Comment 24 Ray Strode [halfline] 2007-08-08 15:16:55 UTC
Hi William,

Sorry, I only read the bottom few comments of the bug report this morning.  I've
reopened bug 246399 to address the identified dwellmouselistener issue.

Comment 25 Chris Schanzle 2007-09-18 22:45:01 UTC
This NIS bug has been annoying me too.  Another workaround is to set
DISPLAYMANAGER=KDE in /etc/sysconfig/desktop.

Interestingly, fix in comment #5 does not disable NIS accounts from logging in,
which sets IncludeAll=false under the [greeter] section in /etc/gdm/custom.conf
(now I have patch to apply to kickstart installs).

Our NIS password file is relatively small, but just over 1k:

$ ypcat passwd|wc -l
1030


Comment 26 Bug Zapper 2008-05-14 13:07:47 UTC
This message is a reminder that Fedora 7 is nearing the end of life. Approximately 30 (thirty) days from now Fedora will stop maintaining and issuing updates for Fedora 7. It is Fedora's policy to close all bug reports from releases that are no longer maintained. At that time this bug will be closed as WONTFIX if it remains open with a Fedora 'version' of '7'.

Package Maintainer: If you wish for this bug to remain open because you plan to fix it in a currently maintained version, simply change the 'version' to a later Fedora version prior to Fedora 7's end of life.

Bug Reporter: Thank you for reporting this issue and we are sorry that we may not be able to fix it before Fedora 7 is end of life. If you would still like to see this bug fixed and are able to reproduce it against a later version of Fedora please change the 'version' of this bug. If you are unable to change the version, please add a comment here and someone will do it for you.

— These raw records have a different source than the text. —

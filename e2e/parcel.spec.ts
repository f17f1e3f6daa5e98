/** One parcel: its season, the working of a day, its download; and that a grower sees no other. */
import { readFileSync } from 'node:fs';
import type { Locator } from '@playwright/test';
import { parse } from 'csv-parse/sync';
import type { ParcelDay, ParcelSeason, RunAnswer, SummaryAnswer, WorkingAnswer } from '../lib/http/contract/run.ts';
import { type Api, expect, expectFigure, numberIn, PHONE, shows, test, textOf, total } from './support.ts';

/** The parcel that asks for most water, its days, and the day on which it asks for most. */
async function thirstiest(api: Api): Promise<{ run: RunAnswer; season: ParcelSeason; date: string }> {
  const run = await api.standing();
  const { items } = await api.get<{ items: { parcel: string; gross_requirement_mm: number | null }[] }>(
    `/api/v1/runs/${run.id}/parcels?period=season&limit=200`,
  );
  const { parcel } = items.reduce((a, b) => ((b.gross_requirement_mm ?? 0) > (a.gross_requirement_mm ?? 0) ? b : a));
  const season = await api.get<ParcelSeason>(`/api/v1/runs/${run.id}/parcels/${parcel}/daily`);
  const day = season.days.reduce((a, b) => ((b.gross_requirement_mm ?? 0) > (a.gross_requirement_mm ?? 0) ? b : a));
  return { run, season, date: day.date };
}

function shifted(date: string, days: number): string {
  return new Date(Date.parse(date) + days * 86_400_000).toISOString().slice(0, 10);
}

const CHAIN: readonly (readonly [string, (day: ParcelDay) => number | null])[] = [
  ['Reference ET', (day) => day.reference_et_mm],
  ['Crop ET', (day) => day.crop_et_mm],
  ['Crop ET, adjusted', (day) => day.adjusted_crop_et_mm],
  ['Rain', (day) => day.precipitation_mm],
  ['Effective rain', (day) => day.effective_precipitation_mm],
  ['Net requirement', (day) => day.net_requirement_mm],
  ['Gross requirement', (day) => day.gross_requirement_mm],
];

/** Row of the water chain that bears this name. */
const chainRow = (chain: Locator, name: string): Locator =>
  chain.getByRole('row').filter({ has: chain.page().locator('.chain-name').getByText(name, { exact: true }) });

test('the parcel’s chain and its table of days are the API’s numbers', async ({ page, api }) => {
  const { season, date } = await thirstiest(api);
  await page.goto(`/parcels/${season.parcel}?date=${date}`);
  const chain = page.getByRole('region', { name: 'The water chain of this parcel' });
  const picked = season.days.filter((day) => day.date === date);
  for (const [name, pick] of CHAIN) {
    const cells = chainRow(chain, name).getByRole('cell');
    await expectFigure(cells.first(), total(picked, pick), `${name} of the day`);
    await expectFigure(cells.nth(2), total(season.days, pick), `${name} of the season`);
  }
  await expectFigure(
    chainRow(chain, 'Turnout demand').getByRole('cell').nth(2),
    (total(season.days, (day) => day.gross_requirement_mm) / 1000) * season.area_ha * 1e4,
    'depth × area [m³]',
  );
  const table = page.getByRole('table', { name: new RegExp(`${season.parcel}, day by day`) });
  await page
    .locator('details')
    .filter({ hasText: `${season.parcel}, day by day` })
    .locator('summary')
    .click();
  await expect(table.locator('tbody tr')).toHaveCount(season.days.length);
  const foot = table.locator('tfoot td');
  await expectFigure(
    foot.nth(1), // after the kind of the day
    total(season.days, (day) => day.reference_et_mm),
    'reference ET in the foot',
  );
});

test('the working derives what the run stored, for every variable, and steps by days', async ({ page, api }) => {
  const { run, season, date } = await thirstiest(api);
  const path = `/parcels/${season.parcel}/working`;
  await page.goto(`${path}/${date}`);
  const working = await api.get<WorkingAnswer>(`/api/v1/runs/${run.id}/parcels/${season.parcel}/working?date=${date}`);
  const stored = Object.values(working.stored);
  const rows = page.locator('#results tbody tr');
  await expect(rows).toHaveCount(stored.length);
  for (const [index, row] of (await rows.all()).entries()) {
    const term = await textOf(row.getByRole('rowheader'));
    const cells = row.getByRole('cell');
    const [derived, kept] = [numberIn(await textOf(cells.nth(0))), numberIn(await textOf(cells.nth(1)))];
    expect(kept, `${term}: stored, on the screen and from the API`).toBeCloseTo(stored[index] ?? Number.NaN, 4);
    // depths are stored to 0.01 mm, coefficients to 0.0001
    expect(Math.abs(derived - kept), `${term}: ${derived} derived, ${kept} stored`).toBeLessThanOrEqual(0.0051);
    await expect(cells.last(), term).toContainText('agrees');
  }
  const day = season.days.find((one) => one.date === date);
  expect(working.stored.gross_requirement_mm).toBe(day?.gross_requirement_mm);
  const heading = page.getByRole('heading', { level: 1 });
  const before = await textOf(heading);
  await page.getByRole('link', { name: 'Day before' }).click();
  await expect(page).toHaveURL(new RegExp(`${path}/${shifted(date, -1)}`));
  await expect(heading).not.toHaveText(before);
  await page.getByRole('link', { name: 'Day after' }).click();
  await expect(page).toHaveURL(new RegExp(`${path}/${date}`));
  await expect(heading).toHaveText(before);
});

test('a day outside the run is refused in words', async ({ page, api }) => {
  const { run, season } = await thirstiest(api);
  await page.goto(`/parcels/${season.parcel}/working/${shifted(run.end_date, 1)}`);
  await expect(page.getByRole('main')).toContainText('not a day of this run');
});

test('the daily CSV is RFC 4180 and adds up to the season on the screen', async ({ page, api }) => {
  const { season } = await thirstiest(api);
  await page.goto(`/parcels/${season.parcel}`);
  const [download] = await Promise.all([
    page.waitForEvent('download', { timeout: 60_000 }),
    page.getByRole('link', { name: /csv/i }).first().click(),
  ]);
  const text = readFileSync(await download.path(), 'utf8');
  const rows = parse(text, { columns: true, bom: true, relax_column_count: false }) as Record<string, string>[];
  expect(rows.map((row) => row.date)).toEqual(season.days.map((day) => day.date));
  const chain = page.getByRole('region', { name: 'The water chain of this parcel' });
  for (const [name, column] of [
    ['Gross requirement', 'gross_requirement_mm'],
    ['Crop ET', 'crop_et_mm'],
    ['Rain', 'precipitation_mm'],
  ]) {
    const shown = await textOf(chainRow(chain, name).getByRole('cell').nth(2));
    const sum = rows.reduce((all, row) => all + Number(row[column]), 0);
    expect(shows(shown, sum), `${name}: ${shown} on the screen, ${sum} in the CSV`).toBe(true);
  }
});

test('the list of parcels sorts, searches and totals', async ({ page, api }) => {
  const { run, season } = await thirstiest(api);
  const { items } = await api.get<{ items: { parcel: string; gross_volume_m3: number | null }[] }>(
    `/api/v1/runs/${run.id}/parcels?period=season&parcel=${season.parcel}`,
  );
  const { district } = await api.get<SummaryAnswer>(`/api/v1/runs/${run.id}/summary`);
  await page.goto('/parcels');
  const rows = page.getByRole('table').locator('tbody tr');
  const volume = numberIn(await textOf(page.locator('tfoot td:nth-last-child(3)')));
  expect(Math.abs(volume / (district.gross_volume_m3 ?? Number.NaN) - 1), 'the foot is the whole district').toBeLessThan(1e-4);
  await page
    .getByRole('columnheader', { name: /^volume/i })
    .getByRole('link')
    .click();
  await expect(page).toHaveURL(/sort=volume/);
  await expect(page.getByRole('columnheader', { name: /^volume/i })).toHaveAttribute('aria-sort', 'descending');
  const volumes = await page.locator('tbody tr td:nth-last-child(3)').allTextContents();
  const numbers = volumes.map(numberIn);
  expect(numbers).toEqual([...numbers].sort((a, b) => b - a));
  await page.getByRole('searchbox').fill(season.parcel);
  await page.getByRole('searchbox').press('Enter');
  await expect(rows).toHaveCount(1);
  await expectFigure(rows.locator('td:nth-last-child(3)'), items[0].gross_volume_m3, 'volume of the parcel found');
});

test.describe('a grower on a phone', () => {
  test.use({ signedInAs: 'grower', viewport: PHONE, hasTouch: true });

  test('sees the own parcels and no other', async ({ page, api, watch }) => {
    const { items: all } = await api.get<{ items: { code: string }[] }>('/api/v1/parcels?limit=200');
    const answer = await page.request.get('/api/v1/parcels?limit=200');
    const own = ((await answer.json()) as { items: { code: string }[] }).items.map(({ code }) => code);
    expect(own.length, 'parcels of the grower').toBeGreaterThan(0);
    expect(own.length).toBeLessThan(all.length);
    await page.goto('/parcels');
    await expect(page.getByRole('table').locator('tbody th')).toHaveText(own);
    await page.getByRole('table').getByRole('link', { name: own[0] }).tap();
    await expect(page.getByRole('heading', { level: 1 })).toContainText(own[0]);
    await expect(page.getByRole('region', { name: 'The water chain of this parcel' })).toBeVisible();
    const foreign = all.find(({ code }) => !own.includes(code))?.code;
    watch.allow(new RegExp(`answer: 404 GET .*/parcels/${foreign}`));
    const response = await page.goto(`/parcels/${foreign}`);
    expect(response?.status(), 'another’s parcel').toBe(404);
    const run = await api.standing();
    const refused = await page.request.get(`/api/v1/runs/${run.id}/parcels/${foreign}/daily`);
    expect(refused.status(), 'another’s parcel through the API').toBe(404);
  });
});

Although we aim to fix as many bugs as possible during every release's lifetime, sometimes those efforts are overtaken by events. Often a more recent Fedora release includes newer upstream software that fixes bugs or makes them obsolete. If possible, it is recommended that you try the newest available Fedora distribution to see if your bug still exists.

Please read the Release Notes for the newest Fedora distribution to make sure it will meet your needs:
http://docs.fedoraproject.org/release-notes/

The process we are following is described here: http://fedoraproject.org/wiki/BugZappers/HouseKeeping

Comment 27 Bug Zapper 2008-06-17 01:36:48 UTC
Fedora 7 changed to end-of-life (EOL) status on June 13, 2008. 
Fedora 7 is no longer maintained, which means that it will not 
receive any further security or bug fix updates. As a result we 
are closing this bug. 

If you can reproduce this bug against a currently maintained version 
of Fedora please feel free to reopen this bug against that version.

Thank you for reporting this bug and we are sorry it could not be fixed.